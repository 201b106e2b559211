import { describe, expect, it } from 'vitest';
import { calibrate } from '../../src/index.js';
import type { Pathway } from '../../src/pathway.js';
import { ensembleInput } from '../../src/projection/index.js';

function pathway(first: number, length: number, co2Ppm: number): Pathway {
  return {
    name: 'test',
    years: Float64Array.from({ length }, (_, i) => first + i),
    series: { co2_ppm: new Float64Array(length).fill(co2Ppm) },
    metadata: {},
    provenance: { source: 'memory', notes: [] },
  };
}

describe('ensembleInput', () => {
  it('ensembleInput notes that each member starts from rest in a first year after 1750, and not for 1750', () => {
    const late = ensembleInput(pathway(2030, 20, 440), calibrate()).notes;
    expect(late.filter((n) => n.startsWith('each member starts from rest in 2030: zero warming'))).toHaveLength(1);
    const early = ensembleInput(pathway(1750, 20, 278.3), calibrate()).notes;
    expect(early.filter((n) => n.includes('starts from rest'))).toEqual([]);
  });
});
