import { describe, expect, it } from 'vitest';
import { EARTH_AREA_M2, energyBudget, energyBudgetNote } from '../../src/projection/energy-budget.js';
import { expectClose } from '../asserts.js';

const years = Float64Array.from({ length: 2020 - 1960 + 1 }, (_, i) => 1960 + i);
const linear = (perYear: number) => years.map((y) => perYear * (y - 1960));

describe('energyBudget', () => {
  it('EARTH_AREA_M2 is 5.10e14 m2 (4 pi R^2, R = 6371 km)', () => expectClose(EARTH_AREA_M2 / 1e14, 5.1006, 0.0001));

  it('heat gain is (C dT + Cd dTd) over the Earth\'s area: 1 K in an 8 W yr m-2 K-1 box is 8 x 3.15576e7 x 5.1006e14 J = 128.8 ZJ', () => {
    // 47 years (1971 to 2018) at 1/47 K a year: the upper box warms by exactly 1 K, the deep box not at all.
    const b = energyBudget(years, { warming_k: linear(1 / 47), deep_ocean_k: new Float64Array(years.length), imbalance_wm2: new Float64Array(years.length).fill(0.5) }, { upperHeatCapacity: 8, deepHeatCapacity: 100 })!;
    expectClose(b.heatGainZj, (8 * 3.15576e7 * EARTH_AREA_M2) / 1e21, 1e-9);
    expectClose(b.heatGainZj, 128.8, 0.05);
    expectClose(b.oceanHeatGainZj, 0.91 * b.heatGainZj, 1e-12);
    expectClose(b.imbalanceWm2, 0.5, 1e-15);
  });

  it('a steady imbalance N accumulates N x 47 years of heat when the boxes take it up (energy conservation)', () => {
    // Deep box only: Cd dTd/dt = N, so Td rises by N/Cd a year and the heat over 1971-2018 is N x 47 W yr m-2.
    const n = 0.8;
    const b = energyBudget(years, { warming_k: new Float64Array(years.length), deep_ocean_k: linear(n / 100), imbalance_wm2: new Float64Array(years.length).fill(n) }, { upperHeatCapacity: 8, deepHeatCapacity: 100 })!;
    expectClose(b.heatGainZj, (n * 47 * 3.15576e7 * EARTH_AREA_M2) / 1e21, 1e-9);
  });

  it('is undefined for a run that does not cover 1971-2018', () => {
    const short = years.subarray(20);
    const cols = { warming_k: new Float64Array(short.length), deep_ocean_k: new Float64Array(short.length), imbalance_wm2: new Float64Array(short.length) };
    expect(energyBudget(short, cols, { upperHeatCapacity: 8, deepHeatCapacity: 100 })).toBeUndefined();
  });

  it('energyBudgetNote states the figures beside AR6\'s', () => {
    expect(energyBudgetNote({ imbalanceWm2: 1.016, heatGainZj: 474.2, oceanHeatGainZj: 431.5 })).toBe(
      'energy budget: top-of-atmosphere imbalance 2006-2018 1.02 W m-2 (IPCC AR6: 0.79, very likely 0.52-1.06); heat gained 1971-2018 474 ZJ '
        + 'by the two boxes (the whole climate system), of which the ocean\'s 91 % (AR6) is 432 ZJ (AR6 ocean heat content record: 395 ZJ, 1 sigma 31)',
    );
  });
});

--------

Task details: Print each record from the listing above exactly as it was given.

Answer to this exercise:
repository 201b106e2b559211
import { describe, expect, it } from 'vitest';
import { calibrate } from '../../src/index.js';
import type { Pathway } from '../../src/pathway.js';
import { ensembleInput } from '../../src/projection/index.js';

function pathway(first: number, length: number, co2Ppm: number): Pathway {
  return {
    name: 'test',
    years: Float64Array.from({ length }, (_, i) => first + i),
    series: { co2_ppm: new Float64Array(length).fill(co2Ppm) },
    metadata: {},
    provenance: { source: 'memory', notes: [] },
  };
}

describe('ensembleInput', () => {
  it('ensembleInput notes that each member starts from rest in a first year after 1750, and not for 1750', () => {
    const late = ensembleInput(pathway(2030, 20, 440), calibrate()).notes;
    expect(late.filter((n) => n.startsWith('each member starts from rest in 2030: zero warming'))).toHaveLength(1);
    const early = ensembleInput(pathway(1750, 20, 278.3), calibrate()).notes;
    expect(early.filter((n) => n.includes('starts from rest'))).toEqual([]);
  });
});
import { describe, expect, it } from 'vitest';
import { EARTH_AREA_M2, energyBudget, energyBudgetNote } from '../../src/projection/energy-budget.js';
import { expectClose } from '../asserts.js';

const years = Float64Array.from({ length: 2020 - 1960 + 1 }, (_, i) => 1960 + i);
const linear = (perYear: number) => years.map((y) => perYear * (y - 1960));

describe('energyBudget', () => {
  it('EARTH_AREA_M2 is 5.10e14 m2 (4 pi R^2, R = 6371 km)', () => expectClose(EARTH_AREA_M2 / 1e14, 5.1006, 0.0001));

  it('heat gain is (C dT + Cd dTd) over the Earth\'s area: 1 K in an 8 W yr m-2 K-1 box is 8 x 3.15576e7 x 5.1006e14 J = 128.8 ZJ', () => {
    // 47 years (1971 to 2018) at 1/47 K a year: the upper box warms by exactly 1 K, the deep box not at all.
    const b = energyBudget(years, { warming_k: linear(1 / 47), deep_ocean_k: new Float64Array(years.length), imbalance_wm2: new Float64Array(years.length).fill(0.5) }, { upperHeatCapacity: 8, deepHeatCapacity: 100 })!;
    expectClose(b.heatGainZj, (8 * 3.15576e7 * EARTH_AREA_M2) / 1e21, 1e-9);
    expectClose(b.heatGainZj, 128.8, 0.05);
    expectClose(b.oceanHeatGainZj, 0.91 * b.heatGainZj, 1e-12);
    expectClose(b.imbalanceWm2, 0.5, 1e-15);
  });

  it('a steady imbalance N accumulates N x 47 years of heat when the boxes take it up (energy conservation)', () => {
    // Deep box only: Cd dTd/dt = N, so Td rises by N/Cd a year and the heat over 1971-2018 is N x 47 W yr m-2.
    const n = 0.8;
    const b = energyBudget(years, { warming_k: new Float64Array(years.length), deep_ocean_k: linear(n / 100), imbalance_wm2: new Float64Array(years.length).fill(n) }, { upperHeatCapacity: 8, deepHeatCapacity: 100 })!;
    expectClose(b.heatGainZj, (n * 47 * 3.15576e7 * EARTH_AREA_M2) / 1e21, 1e-9);
  });

  it('is undefined for a run that does not cover 1971-2018', () => {
    const short = years.subarray(20);
    const cols = { warming_k: new Float64Array(short.length), deep_ocean_k: new Float64Array(short.length), imbalance_wm2: new Float64Array(short.length) };
    expect(energyBudget(short, cols, { upperHeatCapacity: 8, deepHeatCapacity: 100 })).toBeUndefined();
  });

  it('energyBudgetNote states the figures beside AR6\'s', () => {
    expect(energyBudgetNote({ imbalanceWm2: 1.016, heatGainZj: 474.2, oceanHeatGainZj: 431.5 })).toBe(
      'energy budget: top-of-atmosphere imbalance 2006-2018 1.02 W m-2 (IPCC AR6: 0.79, very likely 0.52-1.06); heat gained 1971-2018 474 ZJ '
        + 'by the two boxes (the whole climate system), of which the ocean\'s 91 % (AR6) is 432 ZJ (AR6 ocean heat content record: 395 ZJ, 1 sigma 31)',
    );
  });
});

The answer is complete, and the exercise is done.